I was at a little event thrown for the Vertica column-based database, as well as Tableau Software, a Seattle-based data visualization company. Vertica was recently acquired by HP for an undisclosed sum. I had not heard of Tableau until today.
I went in not really knowing what to expect, have heard good things about Vertica from my friend over there but it’s really not an area I have much expertise in.
I left with my mouth on the floor. I mean holy crap that combination looks wicked. Combining the world’s fastest column based data warehouse with a data visualization tool that is so easy some of my past managers could even run it. I really don’t have words to describe it.
I never really considered Vertica for storing IT-related data, and they brought up a case study with one of their bigger customers – Comcast who sends more than 65,000 events a second into a vertica database (including logs, SNMP traps and other data). Hundreds of terabytes of data with sub second query response times. I don’t know if they use Tableau software’s products or not. But there was a good use case for storing IT data in Vertica.
(from Comcast case study)
The test included a snapshot of their application running on a five-node cluster of inexpensive servers with 4 CPU AMD 2.6 GHz core processors with 64-bit 1 MB cache; 8 GB RAM; and ~750 GBs of usable space in a RAID- 5 configuration.
To stress-test Vertica, the team pushed the average insert rate to 65K samples per second; Vertica delivered millisecond-level performance for several different query types, including search, resolve and accessing two days’ worth of data. CPU usage was about 9%, with a fluctuation of +/- 3%, and disk utilization was 12% with spikes up to 25%.
That configuration could of course easily fit on a single server. How about a 48-core Opteron with 256GB of memory and some 3PAR storage or something? Or maybe a DL385G7 with 24 cores, 192GB memory(24x8GB), and 16x500GB 10k RPM SAS disks with RAID 5Â and dual SAS controllers with 1GB of flash-backed cache(1 controller per 8 disks). Maybe throw some Fusion IO in there too?
Now I suspect that there will be additional overhead with trying to feed IT data into a Vertica database since you probably have to format it in some way.
Another really cool feature of Vertica – all of it’s data is mirrored at least once to another server, nothing special about that right? Well they go one step further, they give you the ability to store the data pre-sorted in two different ways, so mirror #1 may be sorted by one field, and mirror #2 is sorted by another field, maximizing use of every copy of the data, while maintaining data integrity.
Something that Tableu did really well that was cool was you don’t need to know how you want to present your data, you just drag stuff around and it will try to make intelligent decisions on how to represent it. It’s amazingly flexible.
Tableu does something else well, there is no language to learn, you don’t need to know SQL, you don’t need to know custom commands to do things, the guy giving the presentation basically never touched his keyboard. And he published some really kick ass reports to the web in a matter of seconds, fully interactive, users could click on something and drill down really easily and quickly.
This is all with the caveat that I don’t know how complicated it might be to get the data into the database in the first place.

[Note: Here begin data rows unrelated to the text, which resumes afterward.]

import type { DataSource } from 'typeorm';
import { Stop } from '../../db/entities/stop.entity';
import type { Tour } from '../../db/entities/tour.entity';

/** Tour date order: when it was filmed, else when it was published. */
export type MomentOrder = 'oldest' | 'newest';

/** A stop of a published tour, with that tour (and its author) loaded. */
export type PublishedMoment = Stop & { tour: Tour };

/**
 * Stops of published tours that show any of these records, in order of tour date (filmed, else
 * published; ties by publication and tour id), each tour's stops by time. The one query behind
 * "where to see it", the record page, the tree finder and side by side. With `page`, only that
 * slice is read and `total` counts them all; without it `total` is the number of rows returned.
 */
export async function publishedMoments(
  dataSource: DataSource,
  cultivarIds: readonly number[],
  opts: { order: MomentOrder; page?: { offset: number; limit: number } },
): Promise<{ moments: PublishedMoment[]; total: number }> {
  if (!cultivarIds.length) return { moments: [], total: 0 };
  const dir = opts.order === 'newest' ? 'DESC' : 'ASC';
  const qb = dataSource
    .getRepository(Stop)
    .createQueryBuilder('s')
    .innerJoinAndSelect('s.tour', 't', "t.state = 'published'")
    .leftJoinAndSelect('t.author', 'a')
    .where('s.cultivarId IN (:...ids)', { ids: cultivarIds })
    .orderBy('COALESCE(t.filmed_on, DATE(t.published_at))', dir)
    .addOrderBy('t.published_at', dir)
    .addOrderBy('t.id', dir)
    .addOrderBy('s.start_ms', 'ASC');
  if (!opts.page) {
    const moments = (await qb.getMany()) as PublishedMoment[];
    return { moments, total: moments.length };
  }
  const [moments, total] = await qb.offset(opts.page.offset).limit(opts.page.limit).getManyAndCount();
  return { moments: moments as PublishedMoment[], total };
}
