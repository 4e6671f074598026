import { useId, useState } from 'react';
import type { CultivarSummary } from '@shared/schemas/cultivars';
import { CultivarName, FictionalMark } from '@/components/cultivar-name';
import { Spinner } from '@/components/spinner';
import { errorMessage } from '@/lib/api';
import { useDebouncedValue } from '@/lib/use-debounced-value';
import { useCultivarSearch } from '../api/compare-api';

/** Props of RecordPicker. */
export interface RecordPickerProps {
  /** Records already on screen, left out of the results. */
  exclude: readonly number[];
  onPick: (record: CultivarSummary) => void;
  label?: string;
}

/**
 * A search box over the cultivar records with the matches as buttons under it: typing narrows the
 * list (misspellings on record are found too), and each button adds that record.
 */
export function RecordPicker({ exclude, onPick, label = 'Find a cultivar record' }: RecordPickerProps) {
  const id = useId();
  const [text, setText] = useState('');
  const q = useDebouncedValue(text.trim(), 250);
  const search = useCultivarSearch(q);
  const items = (search.data?.items ?? []).filter((c) => !exclude.includes(c.id));

  return (
    <div>
      <label htmlFor={`${id}-q`} className="block font-bold">
        {label}
      </label>
      <p id={`${id}-hint`} className="text-sm text-ink-soft">
        Type part of a name; common misspellings are found too.
      </p>
      <input
        id={`${id}-q`}
        type="search"
        value={text}
        onChange={(e) => setText(e.target.value)}
        aria-describedby={`${id}-hint ${id}-status`}
        autoComplete="off"
        className="mt-1 block w-full rounded-md border border-edge bg-card px-3 py-2 text-base"
      />
      <p id={`${id}-status`} role="status" className="mt-2 flex items-center gap-2 text-sm text-ink-soft">
        {search.isFetching && <Spinner className="size-4" />}
        {search.isError
          ? null
          : search.isPending
            ? 'Looking…'
            : items.length === 0
              ? q
                ? `No other record matches “${q}”.`
                : 'No other records to add.'
              : `${items.length} record${items.length === 1 ? '' : 's'} to choose from${q ? ` for “${q}”` : ''}.`}
      </p>
      {search.isError && (
        <p role="alert" className="text-sm font-bold text-maple">
          {errorMessage(search.error)}
        </p>
      )}
      {items.length > 0 && (
        <ul className="mt-2 divide-y divide-rule rounded-md border border-rule bg-card">
          {items.map((c) => (
            <li key={c.id}>
              <button type="button" onClick={() => onPick(c)} className="flex min-h-11 w-full flex-wrap items-center gap-2 px-3 py-2 text-left hover:bg-moss-wash">
                <span aria-hidden="true" className="font-bold text-moss">
                  +
                </span>
                <span className="sr-only">Add </span>
                <span className="flex-1">
                  <CultivarName record={c} />
                </span>
                <FictionalMark record={c} />
              </button>
            </li>
          ))}
        </ul>
      )}
    </div>
  );
}
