/** The parts of a key press that decide what it does. */
export interface KeyPress {
  key: string;
  ctrlKey?: boolean;
  metaKey?: boolean;
  altKey?: boolean;
  /** Tag name of the focused element, upper case as the DOM gives it. */
  targetTag?: string;
  targetEditable?: boolean;
}

/** Where the round is. */
export interface RoundState {
  answered: boolean;
  optionCount: number;
  /** An answer is on its way to the server. */
  busy: boolean;
}

/** What a key asks for. */
export type LearnKeyAction = { type: 'answer'; index: number } | { type: 'next' } | null;

const TYPING = new Set(['INPUT', 'TEXTAREA', 'SELECT']);

/**
 * Learn mode's keys: 1–4 pick an answer while the question is open, N (either case) moves to the
 * next clip once answered. Keys typed into a field or with Ctrl, Alt or Cmd held are left alone,
 * so browser shortcuts and the video's own keys keep working.
 */
export function learnKeyAction(press: KeyPress, round: RoundState): LearnKeyAction {
  if (press.ctrlKey || press.metaKey || press.altKey) return null;
  if (press.targetEditable || (press.targetTag && TYPING.has(press.targetTag.toUpperCase()))) return null;
  if (/^[1-9]$/.test(press.key)) {
    const index = Number(press.key) - 1;
    if (round.answered || round.busy || index >= round.optionCount) return null;
    return { type: 'answer', index };
  }
  if (press.key === 'n' || press.key === 'N') return round.answered && !round.busy ? { type: 'next' } : null;
  return null;
}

Maybe there are other products out there that are as easy to use and stuff as Tableau I don’t know as it’s not a space I spend much time looking at. But this combination looks incredibly exciting.
Both products have fully functional free evaluation versions available to download on the respective sites.
Vertica licensing is based on the amount of data that is stored (I assume regardless of the number of copies stored but haven’t investigated too much), no per-user, no per-node, no per-cpu licensing. If you want more performance, add more servers or whatever and you don’t pay anything more. Vertica automatically re-balances the cluster as you add more servers.
Tableau is licensed as far as I know on a named-user basis or a per-server basis.
Both products are happily supported in VMware environments.
This blog entry really does not do the presentation justice, I don’t have the words for how cool this stuff was to see in action, there aren’t a lot of products or technologies that I get this excited about, but these has shot to near the top of my list.
Time to throw your Hadoop out the window and go with Vertica.